A good parameter for the effectiveness of a rocket is called effective exhaust velocity which is the quotient of thrust (what we want) with propellant mass flowrate (what we have to pay). Specific Impulse, is popularly spoken of as the “gas mileage” for a rocket cycle and it fundamentally indicates how much bang for the buck you get .For a rocket with Isp = 100s a unit mass, m of propellant can generate enough thrust to support its weight in Earth’s gravity for 100 seconds or 100 times its weight for one second.
It takes a lot of fuel to launch something into space. Sending NASA’s Space Shuttle into orbit required more than 3.5 million pounds of fuel, which is about 15 times heavier than a blue whale. But a new type of engine — called a rotating detonation engine — promises to make rockets not only more fuel-efficient but also more lightweight and less complicated to construct.
Rotating detonation engine
A rotating detonation rocket engine (RDRE) is a type of rocket engine that uses a continuous detonation wave instead of a conventional deflagration flame to burn fuel and oxidizer. In a conventional rocket engine, the fuel and oxidizer mix and then burn in a deflagration, a subsonic combustion process. In contrast, a detonation wave is supersonic and compresses the fuel and oxidizer mixture to very high pressures and temperatures, resulting in a more efficient and powerful combustion process.
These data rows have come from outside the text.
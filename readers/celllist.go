package readers

import (
	"slices"
	"sync"

	"strainledger/mesh"
)

// A cellList is the legacy format's list of cells before version 5: for each cell the
// number of its entries and then the entries. Where a cell begins only a scan can
// tell; marks keeps the place of every 8,192nd cell, as far as was asked.
type cellList struct {
	column *column

	lock  sync.Mutex
	marks []int64 // marks[i]: position of cell i × chunkCells in the list
}

// listStep is how many entries are looked at together.
const listStep = 32 << 10

// A listWalk goes through a cell list cell by cell.
type listWalk struct {
	list   *cellList
	cursor *cursor
	piece  *piece
	place  int64   // position in the list
	buffer []int64 // entries in memory from there on
}

// next returns the entries of a cell, which are valid until the next call.
func (w *listWalk) next(cell int64) ([]int64, error) {
	if len(w.buffer) == 0 {
		if err := w.load(cell, 1); err != nil {
			return nil, err
		}
	}
	count := w.buffer[0]
	if count < 0 {
		return nil, w.piece.cellError(w.list.column, cell, malformed("found %d entries announced, need 0 or more", count))
	}
	if count >= int64(len(w.buffer)) {
		if err := w.load(cell, count+1); err != nil {
			return nil, err
		}
	}
	entries := w.buffer[1 : count+1]
	w.buffer = w.buffer[count+1:]
	w.place += count + 1
	return entries, nil
}

// load brings at least so many entries into memory.
func (w *listWalk) load(cell, need int64) error {
	column := w.list.column
	if left := column.Tuples - w.place; need > left {
		return w.piece.cellError(column, cell, malformed("found %d entries announced, %d left in the list", need-1, max(0, left-1)))
	}
	behind := min(w.place+max(need, listStep), column.Tuples)
	size := column.number.size()
	data, err := column.bytes(w.cursor, w.place*size, behind*size)
	if err != nil {
		return err
	}
	w.cursor.list = grown(w.cursor.list, int(behind-w.place))
	column.number.integers(w.cursor.list, data)
	w.buffer = w.cursor.list
	return nil
}

// seek moves to a cell.
func (w *listWalk) seek(cell int64) error {
	w.list.lock.Lock()
	defer w.list.lock.Unlock()
	if w.list.marks == nil {
		w.list.marks = []int64{0}
	}
	mark := min(cell/chunkCells, int64(len(w.list.marks)-1))
	w.place, w.buffer = w.list.marks[mark], nil
	for at := mark * chunkCells; at < cell; {
		if _, err := w.next(at); err != nil {
			return err
		}
		if at++; at == int64(len(w.list.marks))*chunkCells {
			w.list.marks = append(w.list.marks, w.place)
		}
	}
	return nil
}

// listPlace is where a cursor has stopped reading a list.
type listPlace struct {
	list        *cellList
	cell, place int64
}

// read appends the cells [low, high) of a section, with their types where the
// section's rule tells them.
func (l *cellList) read(c *cursor, p *piece, s *section, types []mesh.CellType, low, high int64) error {
	walk := listWalk{list: l, cursor: c, piece: p, place: c.stopped.place}
	if c.stopped.list != l || c.stopped.cell != low {
		if err := walk.seek(low); err != nil {
			return err
		}
	}
	hasFaces := slices.Contains(types, mesh.Polyhedron)
	if hasFaces {
		c.beginFaces()
	}
	for cell := low; cell < high; cell++ {
		entries, err := walk.next(cell)
		if err != nil {
			return err
		}
		var cellType mesh.CellType
		if s.types != nil {
			cellType = types[cell-low]
		} else {
			cellType = s.rule.cellType(int64(len(entries)))
			c.types = append(c.types, cellType)
		}
		err = c.addCell(cellType, entries, p)
		if err == nil && hasFaces {
			err = c.endFaces()
		}
		if err != nil {
			return p.cellError(l.column, s.first+cell, err)
		}
	}
	c.stopped = listPlace{l, high, walk.place}
	return nil
}
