package readers

import "math"

// Limits is what files may claim. Each zero value stands for the default.
type Limits struct {
	Decoded    int64 // bytes that compressed content may decode to, over all files; default 2⁴⁰ (1 TiB)
	Block      int64 // bytes of one LZ4 block, which is decoded as a whole; default 2³⁰ (1 GiB)
	Points     int64 // points of one piece, which are held in memory; default 2²⁸, at most 2³¹-1
	GridPoints int64 // points of a grid whose coordinates are not stored; default 2²² and 64 for each byte of its file
	Pieces     int64 // pieces of all files; default 100,000
	Nesting    int   // elements inside elements of one file; default 32
	Depth      int   // files that refer to files that refer to files ...; default 8
	Markup     int64 // bytes of one file outside its arrays; default 2²⁶ (64 MiB)
	Text       int64 // bytes of one name, attribute or line; default 2²⁰ (1 MiB)
}

// withDefaults fills in what is zero.
func (l Limits) withDefaults() Limits {
	for _, limit := range []struct {
		field   *int64
		initial int64
	}{
		{&l.Decoded, 1 << 40}, {&l.Block, 1 << 30}, {&l.Points, 1 << 28}, {&l.GridPoints, 1 << 22},
		{&l.Pieces, 100_000}, {&l.Markup, 1 << 26}, {&l.Text, 1 << 20},
	} {
		if *limit.field == 0 {
			*limit.field = limit.initial
		}
	}
	l.Points = min(l.Points, math.MaxInt32) // node numbers are int32
	if l.Nesting == 0 {
		l.Nesting = 32
	}
	if l.Depth == 0 {
		l.Depth = 8
	}
	return l
}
The RDRE consists of a combustion chamber that is shaped into a ring, and fuel and oxidizer are injected into the chamber from opposite sides. As the mixture ignites, it creates a rotating detonation wave that travels around the ring, continuously igniting and burning the fuel and oxidizer mixture as it goes. The rotation of the wave helps to distribute the heat and pressure evenly around the combustion chamber, resulting in a more stable and efficient combustion process.
A conventional rocket engine works by burning propellant and then pushing it out of the back of the engine to create thrust. “A takes a different approach to how it combusts propellant,” Koch Researcher at the University of Washington that have developed a mathematical model that describes how these engines work. said. “It’s made of concentric cylinders. Propellant flows in the gap between the cylinders, and, after ignition, the rapid heat release forms a shock wave, a strong pulse of gas with significantly higher pressure and temperature that is moving faster than the speed of sound. This produces high pressure and temperature that drives exhaust out the back of the engine at high speeds, which can generate thrust.”
RDREs have the potential to be more efficient and powerful than conventional rocket engines, which could lead to significant advances in space exploration and travel. However, the technology is still in its early stages of development and faces several challenges, including maintaining stable combustion over long periods and managing the high temperatures and pressures generated by the detonation wave.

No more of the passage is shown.